Stored items

static void look_at(struct looking *l, size_t first)
{
    struct along x = {.l = l};
    bool any = unknown_take(&l->moving, first, &x.u);
    const struct turn_input *input = x.u.parts[0];
    note_seen(l, &x.u);
    if (!any)
        return;
    x.now = input->now;
    struct information_input in = {.name = input->name,
                                   .figure = input->figure,
                                   .now = input->now,
                                   .is_exact = x.u.is_exact,
                                   .is_linear = x.u.is_linear,
                                   .is_discrete = x.u.is_discrete};
    if (!(x.u.is_discrete ? look_at_atoms(&x, &in) : look_over_range(&x, &in))) {
        *array_push(l->f->arena, &l->out->not_possible) = in.name;
        return;
    }
    l->out->is_exact = l->out->is_exact && in.is_exact;
    *array_push(l->f->arena, &l->out->list) = in;
}

/* --- unknown states --- */

static bool values_in_state(struct looking *l, const struct unknown_state *s, size_t state,
                            double *values)
{
    if (!prober_at(l->moving.prober, s->values + state * s->n_nodes))
        return false;
    for (size_t k = 0; k < l->choice->n_targets; k++)
        values[k] = prober_value(l->moving.prober, l->choice->targets[k]);
    return true;
}

static bool look_at_states(struct looking *l, const struct unknown_state *s,
                           struct information_input *in)
{
    struct along x = {.l = l, .u = {.way = UNKNOWN_POINTS}};
    double sum = 0, *values = NEW_ARRAY(l->f->arena, l->choice->n_targets, double);
    for (size_t i = 0; i < s->n; i++) {
        size_t best;
        if (s->probabilities[i] == 0)
            continue;
        if (!values_in_state(l, s, i, values))
            return false;
        sum += s->probabilities[i] * gain_of(&x, values, &best);
        if (best != l->out->best)
            *array_push(l->f->arena, &in->changes) =
                (struct information_change){.side = INFORMATION_IF,
                                            .state = s->states[i],
                                            .beyond = best,
                                            .before = l->out->best,
                                            .probability = s->probabilities[i]};
    }
    in->worth = above_rounding(l, sum);
    return true;
}

/* The inputs that make its probabilities. */
static void see_state(struct looking *l, const struct unknown_state *s)
{
    for (size_t k = 0; k < s->n_nodes; k++) {
        size_t n;
        const uint32_t *inputs = graph_uncertain(l->f->graph, s->nodes[k], &n);
        for (size_t i = 0; i < n; i++)
            l->seen[inputs[i]] = true;
    }
}

static void add_state(struct looking *l, const struct unknown_state *s)
{
    struct information_input in = {.name = s->name, .figure = FIGURE_NONE, .is_discrete = true};
    see_state(l, s);
    prober_open(l->moving.prober, s->n_nodes, s->nodes);
    in.is_exact = prober_is_exact(l->moving.prober);
    in.is_linear = prober_is_linear(l->moving.prober);
    if (!look_at_states(l, s, &in)) {
        *array_push(l->f->arena, &l->out->not_possible) = in.name;
        return;
    }
    l->out->is_exact = l->out->is_exact && in.is_exact;
    *array_push(l->f->arena, &l->out->list) = in;
}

_About this exercise_
Repeat the records above exactly as they appear.

_Exercise output_
static void look_at(struct looking *l, size_t first)
{
    struct along x = {.l = l};
    bool any = unknown_take(&l->moving, first, &x.u);
    const struct turn_input *input = x.u.parts[0];
    note_seen(l, &x.u);
    if (!any)
        return;
    x.now = input->now;
    struct information_input in = {.name = input->name,
                                   .figure = input->figure,
                                   .now = input->now,
                                   .is_exact = x.u.is_exact,
                                   .is_linear = x.u.is_linear,
                                   .is_discrete = x.u.is_discrete};
    if (!(x.u.is_discrete ? look_at_atoms(&x, &in) : look_over_range(&x, &in))) {
        *array_push(l->f->arena, &l->out->not_possible) = in.name;
        return;
    }
    l->out->is_exact = l->out->is_exact && in.is_exact;
    *array_push(l->f->arena, &l->out->list) = in;
}

/* --- unknown states --- */

static bool values_in_state(struct looking *l, const struct unknown_state *s, size_t state,
                            double *values)
{
    if (!prober_at(l->moving.prober, s->values + state * s->n_nodes))
        return false;
    for (size_t k = 0; k < l->choice->n_targets; k++)
        values[k] = prober_value(l->moving.prober, l->choice->targets[k]);
    return true;
}

static bool look_at_states(struct looking *l, const struct unknown_state *s,
                           struct information_input *in)
{
    struct along x = {.l = l, .u = {.way = UNKNOWN_POINTS}};
    double sum = 0, *values = NEW_ARRAY(l->f->arena, l->choice->n_targets, double);
    for (size_t i = 0; i < s->n; i++) {
        size_t best;
        if (s->probabilities[i] == 0)
            continue;
        if (!values_in_state(l, s, i, values))
            return false;
        sum += s->probabilities[i] * gain_of(&x, values, &best);
        if (best != l->out->best)
            *array_push(l->f->arena, &in->changes) =
                (struct information_change){.side = INFORMATION_IF,
                                            .state = s->states[i],
                                            .beyond = best,
                                            .before = l->out->best,
                                            .probability = s->probabilities[i]};
    }
    in->worth = above_rounding(l, sum);
    return true;
}

/* The inputs that make its probabilities. */
static void see_state(struct looking *l, const struct unknown_state *s)
{
    for (size_t k = 0; k < s->n_nodes; k++) {
        size_t n;
        const uint32_t *inputs = graph_uncertain(l->f->graph, s->nodes[k], &n);
        for (size_t i = 0; i < n; i++)
            l->seen[inputs[i]] = true;
    }
}

static void add_state(struct looking *l, const struct unknown_state *s)
{
    struct information_input in = {.name = s->name, .figure = FIGURE_NONE, .is_discrete = true};
    see_state(l, s);
    prober_open(l->moving.prober, s->n_nodes, s->nodes);
    in.is_exact = prober_is_exact(l->moving.prober);
    in.is_linear = prober_is_linear(l->moving.prober);
    if (!look_at_states(l, s, &in)) {
        *array_push(l->f->arena, &l->out->not_possible) = in.name;
        return;
    }
    l->out->is_exact = l->out->is_exact && in.is_exact;
    *array_push(l->f->arena, &l->out->list) = in;
}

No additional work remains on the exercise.